WHAT TO DO —
All of the entries below must be copied out exactly.

MATERIAL SHOWN —
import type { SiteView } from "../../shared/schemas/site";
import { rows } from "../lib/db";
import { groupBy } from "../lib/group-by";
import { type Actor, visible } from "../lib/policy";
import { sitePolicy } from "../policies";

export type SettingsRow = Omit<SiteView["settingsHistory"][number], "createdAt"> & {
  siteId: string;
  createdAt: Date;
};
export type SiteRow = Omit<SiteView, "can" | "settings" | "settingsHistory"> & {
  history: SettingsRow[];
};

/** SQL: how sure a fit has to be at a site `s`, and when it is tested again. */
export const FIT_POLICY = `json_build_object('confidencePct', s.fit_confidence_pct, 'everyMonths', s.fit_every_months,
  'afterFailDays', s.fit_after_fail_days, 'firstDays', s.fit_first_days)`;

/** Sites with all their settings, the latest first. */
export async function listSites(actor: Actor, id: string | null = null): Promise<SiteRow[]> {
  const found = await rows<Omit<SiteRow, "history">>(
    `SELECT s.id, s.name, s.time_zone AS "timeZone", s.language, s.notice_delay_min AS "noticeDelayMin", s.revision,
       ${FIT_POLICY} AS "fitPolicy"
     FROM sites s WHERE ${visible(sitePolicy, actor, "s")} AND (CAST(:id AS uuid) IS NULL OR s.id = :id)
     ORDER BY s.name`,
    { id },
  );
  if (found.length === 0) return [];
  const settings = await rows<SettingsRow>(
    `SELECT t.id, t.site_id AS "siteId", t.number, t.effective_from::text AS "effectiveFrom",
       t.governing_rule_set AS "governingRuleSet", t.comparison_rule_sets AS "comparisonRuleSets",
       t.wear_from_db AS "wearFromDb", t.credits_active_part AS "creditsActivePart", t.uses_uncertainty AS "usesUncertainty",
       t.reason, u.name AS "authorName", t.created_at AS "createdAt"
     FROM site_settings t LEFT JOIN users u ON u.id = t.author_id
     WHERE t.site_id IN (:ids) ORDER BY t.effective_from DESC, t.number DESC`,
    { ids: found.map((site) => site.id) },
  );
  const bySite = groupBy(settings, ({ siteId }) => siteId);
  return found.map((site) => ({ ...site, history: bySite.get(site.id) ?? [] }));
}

RESULT FOR THIS EXERCISE —
import type { SiteView } from "../../shared/schemas/site";
import { rows } from "../lib/db";
import { groupBy } from "../lib/group-by";
import { type Actor, visible } from "../lib/policy";
import { sitePolicy } from "../policies";

export type SettingsRow = Omit<SiteView["settingsHistory"][number], "createdAt"> & {
  siteId: string;
  createdAt: Date;
};
export type SiteRow = Omit<SiteView, "can" | "settings" | "settingsHistory"> & {
  history: SettingsRow[];
};

/** SQL: how sure a fit has to be at a site `s`, and when it is tested again. */
export const FIT_POLICY = `json_build_object('confidencePct', s.fit_confidence_pct, 'everyMonths', s.fit_every_months,
  'afterFailDays', s.fit_after_fail_days, 'firstDays', s.fit_first_days)`;

/** Sites with all their settings, the latest first. */
export async function listSites(actor: Actor, id: string | null = null): Promise<SiteRow[]> {
  const found = await rows<Omit<SiteRow, "history">>(
    `SELECT s.id, s.name, s.time_zone AS "timeZone", s.language, s.notice_delay_min AS "noticeDelayMin", s.revision,
       ${FIT_POLICY} AS "fitPolicy"
     FROM sites s WHERE ${visible(sitePolicy, actor, "s")} AND (CAST(:id AS uuid) IS NULL OR s.id = :id)
     ORDER BY s.name`,
    { id },
  );
  if (found.length === 0) return [];
  const settings = await rows<SettingsRow>(
    `SELECT t.id, t.site_id AS "siteId", t.number, t.effective_from::text AS "effectiveFrom",
       t.governing_rule_set AS "governingRuleSet", t.comparison_rule_sets AS "comparisonRuleSets",
       t.wear_from_db AS "wearFromDb", t.credits_active_part AS "creditsActivePart", t.uses_uncertainty AS "usesUncertainty",
       t.reason, u.name AS "authorName", t.created_at AS "createdAt"
     FROM site_settings t LEFT JOIN users u ON u.id = t.author_id
     WHERE t.site_id IN (:ids) ORDER BY t.effective_from DESC, t.number DESC`,
    { ids: found.map((site) => site.id) },
  );
  const bySite = groupBy(settings, ({ siteId }) => siteId);
  return found.map((site) => ({ ...site, history: bySite.get(site.id) ?? [] }));
}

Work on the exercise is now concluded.